À Lévis, en 1894, voilà les voleurs. «Les voleurs ne se gênent pas de ce temps-ci. La nuit dernière, ils ont opéré à St-Joseph de Lévis, près du pont de fer. Chez M. André Bissonnette, on a enlevé tout un lard débité, 50 livres de beurre et des pâtisseries, de quoi fêter le jour de l’An comme il faut. Chez M. Jean Bilodeau, on n’a pas été plus gêné et ce matin on a constaté la disparition d’un lard et de plusieurs volailles. M. Paquet, commerçant de bois, s’est fait voler, lui, une certaine quantité de bois.» Le Quotidien du 31 décembre. On a tout de même une bien bonne pensée pour les pauvres et les orphelins logeant l’hospice Saint-Joseph; des donateurs leur apportent trois douzaines de dindons, deux quartiers de bœuf et 36 livres de bonbons.
En 1895, à Trois-Rivières, voilà le pont de glace à la dérive. «Nous assistons aujourd’hui au spectacle de la débâcle, comme en plein printemps. Le fleuve charroie des quantités énormes de glace et le service de la traverse est forcément interrompu. Partis, les solides ponts de glace. À quand les bateaux ?» Le Trifluvien du 31 décembre. Ce fait s’explique par le temps doux, car le journal s’empresse d’ajouter : «Nous avons eu, samedi et dimanche [les 28 et 29], deux splendides journées… de printemps. C’est le cas de le dire, quand on voit ces cultivateurs de la banlieue entailler leurs érables, et celles-ci couler comme en avril. La sève n’est peut-être pas aussi riche en saccharine, mais elle est abondante tout de même, et M. Chs. Milette, cultivateur de Ste Marguerite, a trouvé le moyen de faire une dizaine de livres de sucre avec la sève retirée de ses érables. La même opération a été faite avec succès sur les érables qui embellissent notre parc. On nous mande, d’un autre côté, de St Grégoire et de Ste Gertrude que les cultivateurs de ces paroisses ont labouré leurs terres, vendredi, sans plus rencontrer de difficultés qu’au printemps. Ces deux faits prouvent assez la température exceptionnelle dont nous jouissons ici et dans les environs.»

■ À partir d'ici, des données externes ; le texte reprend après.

"""IMO 2008 IS Code (resolution MSC.267(85)), Part A, 2.2: criteria regarding righting lever
curve properties. Areas in m·rad, levers in m, angles in degrees."""

from __future__ import annotations

from reportgen.criteria.core import Check, State, at_least
from reportgen.stability import area_mrad, max_gz

SET = "is2008.general"
REF_2_2_1 = "IS Code 2008, Part A, 2.2.1"
REF_2_2_2 = "IS Code 2008, Part A, 2.2.2"
REF_2_2_3 = "IS Code 2008, Part A, 2.2.3"
REF_2_2_4 = "IS Code 2008, Part A, 2.2.4"

AREA_0_30_MRAD = 0.055  # 2.2.1
AREA_0_40_MRAD = 0.090  # 2.2.1
AREA_30_40_MRAD = 0.030  # 2.2.1
GZ_30_M = 0.20  # 2.2.2
GZ_30_FROM_DEG = 30.0  # 2.2.2
GZ_MAX_ANGLE_DEG = 25.0  # 2.2.3
GM0_M = 0.15  # 2.2.4


def area_0_30(s: State) -> Check:
    """2.2.1: area under the GZ curve up to 30° ≥ 0.055 m·rad, to 30° whatever θf, as 2.2.1
    and SPEC.md write it (θf bounds the areas to 40° only). With θf below 30° the area from
    30° to θf is nil and area_30_40 fails, so such a ship never passes 2.2.1."""
    return at_least("area_0_30", "Area under GZ, 0° to 30°", REF_2_2_1, AREA_0_30_MRAD,
                    area_mrad(s.curve, 0.0, 30.0), "m·rad", SET)


def area_0_40(s: State) -> Check:
    """2.2.1: area up to 40° or the angle of flooding θf if less ≥ 0.090 m·rad."""
    end = min(40.0, s.flooding_deg)
    return at_least("area_0_40", "Area under GZ, 0° to 40° or to flooding", REF_2_2_1,
                    AREA_0_40_MRAD, area_mrad(s.curve, 0.0, end), "m·rad", SET)


def area_30_40(s: State) -> Check:
    """2.2.1: area between 30° and 40° or θf if less ≥ 0.030 m·rad (0 when θf ≤ 30°)."""
    end = min(40.0, s.flooding_deg)
    attained = area_mrad(s.curve, 30.0, end) if end > 30.0 else 0.0
    return at_least("area_30_40", "Area under GZ, 30° to 40° or to flooding", REF_2_2_1,
                    AREA_30_40_MRAD, attained, "m·rad", SET)


def gz_30(s: State) -> Check:
    """2.2.2: GZ ≥ 0.20 m at an angle of heel ≥ 30°; attained = the largest GZ from 30° to the
    end of the credited curve (θf when GZ beyond flooding is excluded); none when that end is
    below 30°."""
    end = s.credited_to_deg
    attained = max_gz(s.curve, GZ_30_FROM_DEG, end)[1] if end >= GZ_30_FROM_DEG else None
    return at_least("gz_30", "GZ at 30° or more", REF_2_2_2, GZ_30_M, attained, "m", SET)


def gz_max_angle(s: State) -> Check:
    """2.2.3: the maximum GZ occurs at an angle of heel ≥ 25° (on the credited curve)."""
    return at_least("gz_max_angle", "Angle of maximum GZ", REF_2_2_3, GZ_MAX_ANGLE_DEG,
                    s.gz_max_deg, "deg", SET)


def gm0(s: State) -> Check:
    """2.2.4: initial metacentric height GM0, corrected for free surface, ≥ 0.15 m."""
    return at_least("gm0", "Initial GM, corrected for free surface", REF_2_2_4, GM0_M,
                    s.gm_fluid_m, "m", SET)


def checks(s: State) -> list[Check]:
    return [area_0_30(s), area_0_40(s), area_30_40(s), gz_30(s), gz_max_angle(s), gm0(s)]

En 1901, selon Le Courrier de Sorel, la maladie frappe Saint-Ours. «Le Dr Vary, du bureau de santé, a découvert, la semaine dernière, neuf nouveaux cas de picote. Les maisons où sont ces variolés ont été mises en quarantaine et placardées.»
Et voilà qu’en 1908, à Québec, la crèche de l’église Saint-Sauveur fait la nouvelle. «La foule ne cesse d’affluer à la crèche de l’Enfant Jésus. Faut dire aussi qu’elle est la plus belle de la ville et qu’elle est d’un réalisme frappant. Il a fallu plusieurs jours d’un dur labeur pour faire l’installation de ce chef-d’œuvre du genre. C’est une fête pour les enfants que d’aller voir et contempler le Divin Enfant dans sa Crèche.» Le Soleil du 31 décembre.
Et réjouissons-nous, dit Le Soleil de 1909. «C’est demain le jour si impatiemment attendu de ceux qui s’attendent à recevoir des étrennes. Les enfants surtout ont hâte que le jour de l’an soit venu. C’est aussi le jour des réunions de famille. On vient de partout, de tous les coins de la ville, de la campagne et même de l’étranger pour se réunir sous le toit paternel. On oublie, en ce beau jour, les petites divisions de familles pour se rappeler qu’on est époux, épouse, fils, fille ou parent.»
La gravure de la traversée du Saint-Laurent en hiver fut publiée dans L’Opinion publique du 11 mars 1880. On la retrouve sur le site de Bibliothèque et Archives nationales du Québec au descripteur «Ponts de glace».